Сам Евгений ВОЙСКУНСКИЙ прослужил на Балтийском флоте 16 лет, последние годы — корреспондентом военных многотиражек. А потом вернулся в Баку, писал морские рассказы, пока не пересекся со своим двоюродным братом инженером Исаем ЛУКОДЬЯНОВЫМ. Однажды они стали свидетелем ДТП: «Визгнули тормоза. Мы увидели: из-под колес грузовика вынырнул незадачливый пешеход, спасшийся в последний момент. А было мгновенное впечатление, будто он прошел невредимым через машину». Именно это уличное происшествие стало толчком к написанию ими знаменитого фантастического романа «Экипаж «Меконга», надолго определившего литературный путь Евгения ВОЙСКУНСКОГО.
В одном из интервью известный писатель-фантаст и фронтовик Евгений ВОЙСКУНСКИЙ рассказал, как родился его роман «Кронштадт»: «Мы пришли в Кронштадт, это было 6 декабря 1941 года, и вскоре тральщик БТЩ-217 встал на ремонт к стенке морского завода. Я там часто бывал, это были голодные времена, и я однажды, придя на этот тральщик, стоявший у стенки морского завода, увидел, как из каюты комиссара тральщика вышла тоненькая девушка, завернутая с головы до ног в огромный платок, с огромными глазами. Было понятно, что комиссар — красавец-мужчина, чернобровый такой — подкармливал эту девушку. Ну, мог ли я тогда, 19-летний юнец, начинающий военный журналист, представить себе, что эта сценка врежется в память и ляжет в основу романа, который спустя многие годы мне удалось написать?»
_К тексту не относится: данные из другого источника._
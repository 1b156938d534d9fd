import Link from 'next/link';
import { EVENT_KINDS } from '@/lib/ledger/event';
import { EVENT_WORDS } from '@/lib/ledger/event-words';
import { EVENT_NOUNS, FILTER_TITLE, type LedgerFilter } from '@/lib/ledger/ledger-filter';

interface LedgerConditionsProps {
  filter: LedgerFilter;
  names: readonly { id: string; name: string }[];
}

/** The conditions live in the address bar: a form that asks for a page, and works without a script. */
export const LedgerConditions = ({ filter, names }: LedgerConditionsProps) => (
  <form className="ledgerform" method="get" action="/ledger" role="search" aria-label="Conditions on the ledger">
    <label className="field">
      <span>{FILTER_TITLE.who}</span>
      <select name="who" defaultValue={filter.who ?? ''}>
        <option value="">anyone</option>
        <option value="house">the house itself</option>
        {names.map(({ id, name }) => (
          <option key={id} value={id}>
            {name}
          </option>
        ))}
      </select>
    </label>
    <label className="field">
      <span>{FILTER_TITLE.what}</span>
      <select name="what" defaultValue={filter.what ?? ''}>
        <option value="">anything</option>
        {EVENT_NOUNS.map((noun) => (
          <optgroup key={noun} label={noun}>
            <option value={noun}>every line about a {noun}</option>
            {EVENT_KINDS.filter((kind) => kind.startsWith(`${noun}.`)).map((kind) => (
              <option key={kind} value={kind}>
                {EVENT_WORDS[kind]} …
              </option>
            ))}
          </optgroup>
        ))}
      </select>
    </label>
    <label className="field">
      <span>{FILTER_TITLE.about}</span>
      <input name="about" defaultValue={filter.about} placeholder="address of an entry" maxLength={80} />
    </label>
    <label className="field">
      <span>{FILTER_TITLE.why}</span>
      <input name="why" defaultValue={filter.why} placeholder="words of the reason" maxLength={200} />
    </label>
    <label className="field">
      <span>{FILTER_TITLE.from}</span>
      <input name="from" type="date" defaultValue={filter.from} />
    </label>
    <label className="field">
      <span>{FILTER_TITLE.to}</span>
      <input name="to" type="date" defaultValue={filter.to} />
    </label>
    <div className="acts">
      <button className="btn main" type="submit">
        Show these lines
      </button>
      <Link className="btn lite" href="/ledger">
        All of the ledger
      </Link>
    </div>
  </form>
);
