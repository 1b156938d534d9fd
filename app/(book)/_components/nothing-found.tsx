import { Nothing } from '@/components/ui/nothing';
import type { ConditionKey, conditionToLetGo } from '@/lib/entries/catalog-conditions';

interface NothingFoundProps {
  asked: string;
  inForce: number;
  letGo: ReturnType<typeof conditionToLetGo>;
  onCondition: (key: ConditionKey, value: null) => void;
  onText: (text: string) => void;
  /** Lines that the conditions alone leave, without the text. */
  withoutText: number;
}

const lines = (count: number) => `${count} ${count === 1 ? 'line fits' : 'lines fit'}`;

/** No line is left: three ruled levels without points, why, and what to let go. */
export function NothingFound({ asked, inForce, letGo, onCondition, onText, withoutText }: NothingFoundProps) {
  return (
    <div className="nothing" role="status">
      <Nothing />
      <p>
        <b>
          {asked
            ? `No line answers to “${asked}”${inForce > 0 ? ' under these conditions' : ''}.`
            : `No line meets ${inForce === 1 ? 'this condition' : `all ${inForce} conditions`}.`}
        </b>
      </p>
      {letGo ? (
        <>
          <p className="small q">
            Let go of “{letGo.condition.title.toLowerCase()}: {letGo.option.label}” and {lines(letGo.count)}.
          </p>
          <button type="button" className="btn" onClick={() => onCondition(letGo.condition.key, null)}>
            Let it go
          </button>
        </>
      ) : asked ? (
        <>
          <p className="small q">
            Names, usual wordings, authors and call numbers are looked through. Without the text, {lines(withoutText)}.
          </p>
          <button type="button" className="btn" onClick={() => onText('')}>
            Clear the text
          </button>
        </>
      ) : (
        <p className="small q">
          The book has no line yet, or no single condition stands in the way alone: clear them all.
        </p>
      )}
    </div>
  );
}
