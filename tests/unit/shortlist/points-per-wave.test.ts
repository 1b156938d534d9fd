import { describe, expect, it } from 'vitest';
import { Definition } from '@/lib/entries/definition';
import { canonicalScheme } from '@/lib/facts/canonical-scheme';
import { compileScheme, type NumericScheme } from '@/lib/numerics/numeric-scheme';
import { pointsPerWave } from '@/lib/shortlist/points-per-wave';
import { runError } from '@/lib/shortlist/run-error';

const CENTRAL_2 = ['-1', '0', '1'];
const CENTRAL_4 = ['-2', '-1', '0', '1', '2'];
const LEAPFROG = { kind: 'multistep', alpha: ['-1', '0', '1'], beta: ['0', '2', '0'] };
const RK4 = {
  kind: 'runge-kutta',
  A: [
    ['0', '0', '0', '0'],
    ['1/2', '0', '0', '0'],
    ['0', '1/2', '0', '0'],
    ['0', '0', '1', '0'],
  ],
  b: ['1/6', '1/3', '1/3', '1/6'],
};

function lines(offsets: string[], time: unknown): NumericScheme {
  const definition = Definition.parse({
    kind: 'scheme',
    equation: 'advection',
    form: 'lines',
    space: [{ kind: 'stencil', dims: 1, derivative: 1, offsets, weights: null }],
    time,
  });
  if (definition.kind !== 'scheme') throw new Error('not a scheme');
  return compileScheme(canonicalScheme(definition).scheme!);
}

/**
 * H.-O. Kreiss, J. Oliger, Comparison of accurate methods for the integration of hyperbolic equations,
 * Tellus 24 (1972) 199–215: with an exact time step the phase error after j periods is 2πj(1 − κ/θ), with
 * κ/θ ≈ 1 − θ²/6 for the second-order and 1 − θ⁴/30 for the fourth-order centred difference. Solved for θ = 2π/N:
 */
const secondOrder = (periods: number, phase: number) => 2 * Math.PI * Math.sqrt((Math.PI * periods) / (3 * phase));
const fourthOrder = (periods: number, phase: number) => 2 * Math.PI * ((Math.PI * periods) / (15 * phase)) ** 0.25;

/** An error of amplitude-free phase φ is |e^{iφ} − 1| = 2 sin(φ/2). */
const totalOf = (phase: number) => 2 * Math.sin(phase / 2);

const SHORT_STEP = 0.005;

describe('points a wavelength against the classical analysis', () => {
  it.each([
    [1, 0.1],
    [1, 0.01],
    [10, 0.1],
    [20, 0.05],
  ])('leapfrog with second-order space needs 2π√(πj/3e) points for j = %d, e = %d', (periods, phase) => {
    const found = pointsPerWave(lines(CENTRAL_2, LEAPFROG), SHORT_STEP, SHORT_STEP, totalOf(phase), periods);
    expect(found! / secondOrder(periods, phase)).toBeCloseTo(1, 1.9);
  });

  it.each([
    [1, 0.01],
    [10, 0.1],
    [20, 0.05],
  ])('leapfrog with fourth-order space needs 2π(πj/15e)^¼ points for j = %d, e = %d', (periods, phase) => {
    const found = pointsPerWave(lines(CENTRAL_4, LEAPFROG), SHORT_STEP, SHORT_STEP, totalOf(phase), periods);
    expect(found! / fourthOrder(periods, phase)).toBeCloseTo(1, 1.4);
  });

  it('Runge-Kutta 4 with fourth-order space needs as many as the same space with leapfrog, at a long step', () => {
    const found = pointsPerWave(lines(CENTRAL_4, RK4), 0.3, 0.3, totalOf(0.05), 20);
    expect(found! / fourthOrder(20, 0.05)).toBeCloseTo(1, 1.2);
  });

  it('makes a run of twice the distance lose twice the phase', () => {
    const scheme = lines(CENTRAL_2, LEAPFROG);
    const once = runError(scheme, 0.4, 40, 5);
    const twice = runError(scheme, 0.4, 40, 10);
    expect(twice.phase / once.phase).toBeCloseTo(2, 9);
    expect(once.phase).toBeLessThan(0);
  });

  it('loses nothing where the scheme shifts exactly', () => {
    const upwind = Definition.parse({
      kind: 'scheme',
      equation: 'advection',
      form: 'table',
      terms: [
        { level: 1, offset: 0, coefficient: '1' },
        { level: 0, offset: -1, coefficient: '-lambda' },
        { level: 0, offset: 0, coefficient: 'lambda-1' },
      ],
    });
    if (upwind.kind !== 'scheme') throw new Error('not a scheme');
    expect(runError(compileScheme(canonicalScheme(upwind).scheme!), 1, 10, 100).total).toBeLessThan(1e-9);
  });

  it('gives up where no grid reaches the tolerance', () => {
    expect(pointsPerWave(lines(CENTRAL_2, LEAPFROG), 0.5, 0.5, 1e-15, 1e6)).toBeNull();
  });
});
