/** Several dimensions: the bound with all numbers equal, bounds along single directions, the general condition. */
function equalParameters(scheme: CanonicalScheme, budget: WorkBudget): StabilityAnalysis {
  const started = performance.now();
  const common = CONVENTIONS[scheme.equation].common ?? 'p';
  const equal = withParameters(
    scheme,
    [common],
    scheme.parameters.map(() => variable(1, 0)),
  );
  const result = decided(oneParameter(equal, { ...budget, timeLimitMs: budget.timeLimitMs * 0.6 }));
  const analysis = assembled(equal, result, remaining(budget, started));
  const { listed, bounds } = singleDirections(scheme, remaining(budget, started));
  const { scalar } = characteristicOf(scheme);
  const left = remaining(budget, started);
  const until = performance.now() + left.timeLimitMs;
  const region =
    bounds.length === scheme.parameters.length && bounds.every((b) => b.hi !== 0)
      ? knownRegion(scalar, bounds, () => performance.now() > until || (budget.isCancelled?.() ?? false))
      : null;
  return {
    ...analysis,
    singleDirection: listed,
    region: region?.text ?? null,
    note: [analysis.note, `${common} is the common value of ${scheme.parameters.join(', ')}.`]
      .filter(Boolean)
      .join(' '),
  };
}

const STRENGTH: readonly StabilityMethod[] = ['exact', 'certified', 'numeric'];
/** Several answers together are as strong as the weakest of them. */
const weakestOf = (methods: readonly StabilityMethod[]): StabilityMethod =>
  STRENGTH.findLast((method) => methods.includes(method)) ?? 'numeric';

/** Range of speeds in which limits at fixed diffusion numbers are listed. */
const LAMBDA_EXAMINED: [number, number] = [0, 8];

function lambdaLimit(r: string, intervals: readonly StableInterval[]): LambdaLimit {
  const [from, to] = LAMBDA_EXAMINED;
  const inside = intervals.filter(
    ({ lo, hi }) => (hi === null || Number(hi) >= from) && (lo === null || Number(lo) <= to),
  );
  const main = inside.find(({ lo }) => lo === null || Number(lo) <= 0);
  return {
    r,
    intervalsLambda: inside.map(({ lo, hi }) => [
      lo === null ? null : Math.max(from, Number(lo)),
      hi === null || Number(hi) > to ? null : Number(hi),
    ]),
    examined: [from, to],
    lambdaMaxExact: main?.hi ? Number(main.hi) : null,
    lambdaMaxClosedForm: main?.hiExact ?? null,
  };
}

/** Advection with diffusion: intervals of the first number at chosen values of the second, and the region if known. */
function twoParameters(scheme: CanonicalScheme, budget: WorkBudget): StabilityAnalysis {
  const started = performance.now();
  const [first, second] = scheme.parameters as [string, string];
  let isComplete = true;
  const limits: LambdaLimit[] = [];
  const cuts = CUTS.flatMap((value) => {
    const cut = withParameters(scheme, [first], [variable(1, 0), constant(1, parseRational(value))]);
    const outcome = oneParameter(cut, {
      ...budget,
      timeLimitMs: Math.min(remaining(budget, started).timeLimitMs, budget.timeLimitMs / 8),
    });
    if (outcome.kind !== 'decided') {
      isComplete = false;
      return [];
    }
    if (second === 'r') limits.push(lambdaLimit(value, outcome.result.intervals));
    const intervals = outcome.result.intervals.map((i): [string | null, string | null] => [
      i.loExact ?? i.lo,
      i.hiExact ?? i.hi,
    ]);
    return [{ fixed: { [second]: value }, intervals, method: outcome.result.method }];
  });
  const { scalar } = characteristicOf(scheme);
  const until = performance.now() + remaining(budget, started).timeLimitMs;
  const region = knownRegion(scalar, [], () => performance.now() > until || (budget.isCancelled?.() ?? false));
  return {
    kind: 'two-parameter',
    parameter: null,
    examined: null,
    verdict: cuts.length === 0 && !region ? 'not decided within the time budget' : 'two-parameter region',
    intervals: [],
    isolatedStablePoints: [],
    growth: null,
    lostAt: null,
    region: region?.text ?? null,
    cuts,
    ...(limits.length > 0 && { lambdaLimitAtR: limits }),
    singleDirection: [],
    method: weakestOf(cuts.map((cut) => cut.method)),
    note: isComplete ? null : 'Some cuts were not decided within the time budget.',
  };
}

/**
 * @param scheme canonical scheme with at least one parameter
 * @param budget time for all of it; what does not fit is said to be undecided, never guessed
 */
export function analyseStability(scheme: CanonicalScheme, budget: WorkBudget = DEFAULT_BUDGET): StabilityAnalysis {
  const started = performance.now();
  if (scheme.parameters.length === 1) {
    const result = decided(oneParameter(scheme, budget));
    return assembled(scheme, result, remaining(budget, started));
  }
  if (scheme.equation === 'advection-diffusion' && scheme.parameters.length === 2) return twoParameters(scheme, budget);
  return equalParameters(scheme, budget);
}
Это напоминает историю, из которой родился фильм «Военно-полевой роман»: Петр Тодоровский как-то после войны в продавщице пирожков узнал фронтовую медсестру, с которой крутил роман командир дивизии, вскоре погибший.
«Кронштадт» — одно из лучших произведений 80-х годов о Великой Отечественной войне. ВОЙСКУНСКИЙ описал собственные фронтовые впечатления: отход конвоя с острова Ханко, мины, бомбардировки, матросский быт, блокадный голод в Кронштадте, война на Балтике. Он был тогда фронтовым корреспондентом в газете «Огневой щит». Герои романа получились живыми, полнокровными и разными. Военные будни – тяжелой работой с недосыпом и усталостью: «Полк лыжников там, на льду, был сильно измотан. В 9 часов полк поднялся в атаку и пошел к острову, но был остановлен плотным минометным и артогнем. Лыжники залегли. Не реагировали на приказы продвигаться. Засыпали под огнем». А победа в каждом локальном бою обеспечивалась в первую очередь не героизмом (хотя и его хватало), а наличием достаточного количества боеприпасов и исправностью судовых механизмов. И, конечно, детали: «Чайкам на заливе теперь вообще-то живется сытно. Много мин и бомб рвется в воде, и всплывает оглушенная рыба – легкая добыча для прожорливых птиц».